“Really? Most people seem to think it’s one hell of a prize, at least until they get it.”
“That’s because people are afraid of death.”
“And you’re not?”
Stella shrugged. “Maybe . . . I’m a Wiccan, though. We look at death as part of a greater cycle, not as an end. It’s a doorway to whatever’s next. Besides, I can’t imagine living forever, watching everything else die and change . . .” She trailed off, realizing that she really, really needed to change the subject, given what Miranda had just been through. “But . . . at least the clothes are cool.”
Miranda raised an eyebrow, not fooled by her lame attempt at steering the conversation away from death, but said only, “Take the next left turn.”
They were heading deeper into the hills, and the road wound around like a snake, guiding them farther and farther from the city. Stella began to feel a creeping sense of unreality pricking her spine.

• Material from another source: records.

"""CSV sources: the database reads large plain files, `csv` reads whatever needs care; both prove each line.

The row of a cell is the physical line on which its record starts.
"""

import codecs
import csv
from collections.abc import Iterable, Iterator, Mapping, Sequence
from dataclasses import dataclass
from itertools import islice
from pathlib import Path
from typing import TYPE_CHECKING, TextIO

import duckdb
import pandas as pd

from keelbook.readers.grid import Grid
from keelbook.readers.layout import Extent, Findings, find_columns, lay_out, long_roles
from keelbook.readers.numbers import NumberFormat
from keelbook.readers.place import Place
from keelbook.readers.staging import TABLE, Staged, literal, stage_frames

if TYPE_CHECKING:
    from keelbook.assembly.declaration import Csv, Marks, Source

_CHUNK_BYTES = 1 << 24
_CHUNK_RECORDS = 200_000
_WIDE_ENCODINGS = ("utf-16", "utf-16-le", "utf-16-be", "utf-32", "utf-32-le", "utf-32-be")
_SMALL_FILE = 1_000_000
"""Below this many bytes the exact route is as fast as the database."""
_SEARCHED_LINES = 50
"""Lines searched for a header that is not where it was declared."""


@dataclass(frozen=True)
class Survey:
    """What one pass over the bytes tells. `problem` says why the file cannot be read, "" if it can."""

    lines: int
    plain_newlines: bool
    windows_newlines: bool
    problem: str = ""


@dataclass(frozen=True)
class _File:
    path: Path
    csv: "Csv"
    encoding: str

    def opened(self) -> TextIO:
        """Open the file as text, newlines as they are; a byte order mark is not part of the first header."""
        encoding = "utf-8-sig" if self.encoding == "utf-8" else self.encoding
        return self.path.open(encoding=encoding, newline="")


@dataclass(frozen=True)
class _Record:
    line: int
    fields: list[str]
    raw: str


def number_format(csv: "Csv", marks: "Marks") -> NumberFormat:
    """Return how a CSV source writes figures."""
    return NumberFormat(csv.decimal, csv.thousands, marks.missing, marks.flags)


def stage_csv(
    con: duckdb.DuckDBPyConnection, path: Path, source: "Source", csv: "Csv", place: Place
) -> tuple[Staged | None, Findings]:
    """Stage a CSV source: one staged row per figure cell or unusable record.

    Returns:
        (what was staged, findings); nothing staged where the file or its header cannot be read.
    """
    file = _File(path, csv, codecs.lookup(csv.encoding).name)
    survey = survey_file(path, file.encoding)
    if survey.problem:
        return None, [_unreadable(place, survey.problem)]
    try:
        header = next(_records(file), None)
        if header is None or header.line != csv.header_line:
            line = f"line {csv.header_line}"
            return None, [
                place.finding(
                    "layout",
                    f"no header stands in {line}",
                    row=csv.header_line,
                    found="a blank line" if header else f"the end of the file, line {survey.lines}",
                    expected=f"a header in {line}",
                    remedy=f"correct header_line ({place.declared})",
                )
            ]
        if source.wide is not None:
            return _stage_wide(con, file, source, place)
        return _stage_long(con, file, source, place, header.fields, survey)
    except _BrokenRecordError as broken:
        return None, [_unreadable(place, str(broken), row=broken.line)]


def survey_file(path: Path, encoding: str) -> Survey:
    """Count the lines of a file and prove that it is text in the declared encoding."""
    decoder = codecs.getincrementaldecoder(encoding)()
    newlines = returns = pairs = offset = 0
    last = b""
    with path.open("rb") as file:
        while chunk := file.read(_CHUNK_BYTES):
            if encoding not in _WIDE_ENCODINGS and (at := chunk.find(b"\0")) >= 0:
                return Survey(
                    newlines, False, False, f"a NUL byte at byte {offset + at}: not text in {encoding}"
                )
            pending = len(decoder.getstate()[0])
            try:
                decoder.decode(chunk)
            except UnicodeDecodeError as error:
                return _undecodable(error, newlines, offset - pending, encoding)
            newlines += chunk.count(b"\n")
            if b"\r" in chunk or last.endswith(b"\r"):
                returns += chunk.count(b"\r")
                pairs += chunk.count(b"\r\n") + (last.endswith(b"\r") and chunk.startswith(b"\n"))
            offset += len(chunk)
            last = chunk
    try:
        decoder.decode(b"", final=True)
    except UnicodeDecodeError as error:
        return _undecodable(error, newlines, offset - len(error.object), encoding)
    if offset == 0:
        return Survey(0, False, False, "the file is empty")
    lines = newlines + (not last.endswith(b"\n"))
    return Survey(lines, returns == 0, returns == pairs == newlines)


def _undecodable(error: UnicodeDecodeError, newlines: int, start: int, encoding: str) -> Survey:
    at = start + error.start
    line = newlines + error.object[: error.start].count(b"\n") + 1
    byte = error.object[error.start]
    return Survey(
        newlines, False, False, f"not decodable as {encoding}: byte 0x{byte:02x} at byte {at}, line {line}"
    )


class _BrokenRecordError(Exception):
    def __init__(self, line: int, reason: str) -> None:
        self.line = line
        super().__init__(f"the record at line {line} cannot be read: {reason}")


def _unreadable(place: Place, problem: str, row: int | None = None) -> dict[str, object]:
    return place.finding(
        "unreadable_source",
        problem,
        row=row,
        found=problem,
        expected="a CSV file as declared",
        remedy=f"obtain the file again, or correct encoding and delimiter ({place.declared})",
    )


def _records(file: _File) -> Iterator[_Record]:
    """Read the header and the records after it, each with the line it starts on; blank lines hold none."""
    with file.opened() as text:
        seen: list[str] = []

        def lines() -> Iterator[str]:
            for line in islice(text, file.csv.header_line - 1, None):
                seen.append(line)
                yield line

        reader = csv.reader(lines(), delimiter=file.csv.delimiter, strict=True)
        start = file.csv.header_line
        try:
            for fields in reader:
                if any(fields):
                    yield _Record(start, fields, "".join(seen).rstrip("\r\n"))
                start = file.csv.header_line + reader.line_num
                seen.clear()
        except csv.Error as error:
            raise _BrokenRecordError(start, str(error)) from error


def _elsewhere(file: _File) -> Iterator[tuple[int, Sequence[str]]]:
    with file.opened() as text:
        for number, line in enumerate(islice(text, _SEARCHED_LINES), start=1):
            if number != file.csv.header_line:
                yield number, next(csv.reader([line], delimiter=file.csv.delimiter), [])


def _stage_wide(
    con: duckdb.DuckDBPyConnection, file: _File, source: "Source", place: Place
) -> tuple[Staged | None, Findings]:
    records = list(_records(file))
    width = len(records[0].fields)
    whole = [record for record in records if len(record.fields) == width]
    grid = Grid([record.fields for record in whole], [record.line for record in whole])
    line = file.csv.header_line
    form = number_format(file.csv, source.marks)
    cells, roles, findings = lay_out(grid, source, form, Extent((line,), line + 1), place)
    if cells is None:
        return None, findings
    ragged = [_ragged(record, width, roles) for record in records if len(record.fields) != width]
    return stage_frames(con, [cells, pd.DataFrame(ragged)] if ragged else [cells], roles), findings


def _stage_long(
    con: duckdb.DuckDBPyConnection,
    file: _File,
    source: "Source",
    place: Place,
    header: Sequence[str],
    survey: Survey,
) -> tuple[Staged | None, Findings]:
    line = file.csv.header_line
    extent = Extent((line,), line + 1)
    columns, findings = find_columns([header], long_roles(source), place, extent, lambda: _elsewhere(file))
    if findings:
        return None, findings
    value = columns.pop("value")
    plain = file.encoding == "utf-8" and line == 1 and (survey.plain_newlines or survey.windows_newlines)
    if plain and file.path.stat().st_size >= _SMALL_FILE:
        staged = _stage_plain(con, file, len(header), survey, columns, value)
        if staged is not None:
            return staged, []
    records = islice(_records(file), 1, None)
    return stage_frames(con, _long_frames(records, len(header), columns, value), list(columns)), []


def _stage_plain(
    con: duckdb.DuckDBPyConnection,
    file: _File,
    width: int,
    survey: Survey,
    columns: Mapping[str, int],
    value: int,
) -> Staged | None:
    """Let the database read the file; None where its records do not account for every physical line."""
    names = [f"f{j}" for j in range(width)]
    typed = ", ".join(f"'{name}': 'VARCHAR'" for name in names)
    newline = "\\r\\n" if survey.windows_newlines else "\\n"
    try:
        con.execute(
            f"create or replace temp table {TABLE} as select * from read_csv({literal(str(file.path))}, "
            f"auto_detect = false, header = true, delim = {literal(file.csv.delimiter)}, quote = '\"', "
            f"escape = '\"', new_line = '{newline}', strict_mode = true, null_padding = false, "
            f"columns = {{{typed}}})"
        )
    except (duckdb.InvalidInputException, duckdb.ConversionException):
        return None
    empty = " and ".join(f"{name} is null" for name in names)
    records, blank = con.execute(f"select count(*), count(*) filter (where {empty}) from {TABLE}").fetchall()[
        0
    ]
    if blank:
        return None
    row = "rowid + 2"
    if survey.lines != 1 + records:
        # Each record takes a line at least, so equality proves one line each; else newlines stand in quotes.
        inside = " + ".join(f"coalesce(length({n}) - length(replace({n}, chr(10), '')), 0)" for n in names)
        con.execute(
            f"create or replace temp table {TABLE} as select *, 2 + rowid + coalesce(sum({inside}) over "
            f'(order by rowid rows between unbounded preceding and 1 preceding), 0) as "row", '
            f"{inside} as newlines from {TABLE} order by rowid"
        )
        newlines = con.execute(f"select coalesce(sum(newlines), 0) from {TABLE}").fetchall()[0][0]
        if survey.lines != 1 + records + newlines:
            return None
        row = '"row"'
    return Staged(
        roles={role: names[j] for role, j in columns.items()},
        row=row,
        column=str(value + 1),
        raw=names[value],
        text=names[value],
        rule="''",
        fault="''",
    )


def _long_frames(
    records: Iterator[_Record], width: int, columns: Mapping[str, int], value: int
) -> Iterator[pd.DataFrame]:
    while chunk := list(islice(records, _CHUNK_RECORDS)):
        yield pd.DataFrame(
            [
                {
                    "row": record.line,
                    "column": value + 1,
                    "raw": record.fields[value],
                    "text": record.fields[value],
                    "rule": "",
                    "fault": "",
                    **{role: record.fields[j] for role, j in columns.items()},
                }
                if len(record.fields) == width
                else _ragged(record, width, columns)
                for record in chunk
            ]
        )


def _ragged(record: _Record, width: int, roles: Iterable[str]) -> dict[str, object]:
    """One staged row for a record whose fields cannot be matched to the header."""
    return {
        "row": record.line,
        "column": 1,
        "raw": record.raw,
        "text": "",
        "rule": "ragged_row",
        "fault": f"{len(record.fields)} fields where the header has {width}",
        **dict.fromkeys(roles, ""),
    }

Out in the middle of nowhere in a car with a vampire . . . you are fucking brilliant, Stell.
She would never have seen the odd little unmarked turnoff that Miranda pointed out to her. It was so dark and the trees so dense it felt like they were in another world . . .
. . . until the trees opened out onto a wide valley cupped in the hands of the hills, and Stella caught sight of the magnificent house . . . no, mansion . . . no, that didn’t even cover it . . . at the end of the long, circular drive.
“Holy shit,” Stella breathed. She heard Miranda chuckle.
It was hard to really get an idea of what the place looked like. There were no lights anywhere, and the only real sense she got of its size was based on the enormity of the blackness where it blocked out the half moon’s light. It was gigantic, though, and she could see the edges of several other buildings behind it, all of them dark, like haunted houses, a ghost town.
They pulled up to the massive double doors at the front entrance. Stella grabbed her bag and Pywacket, who complained loudly from inside the carrier until she shushed him.
It was so quiet, and so dark. There was sound everywhere, crickets and night birds, but no traffic noise, no hum of the ever-wakeful city around them. The sky overhead seemed to go on forever.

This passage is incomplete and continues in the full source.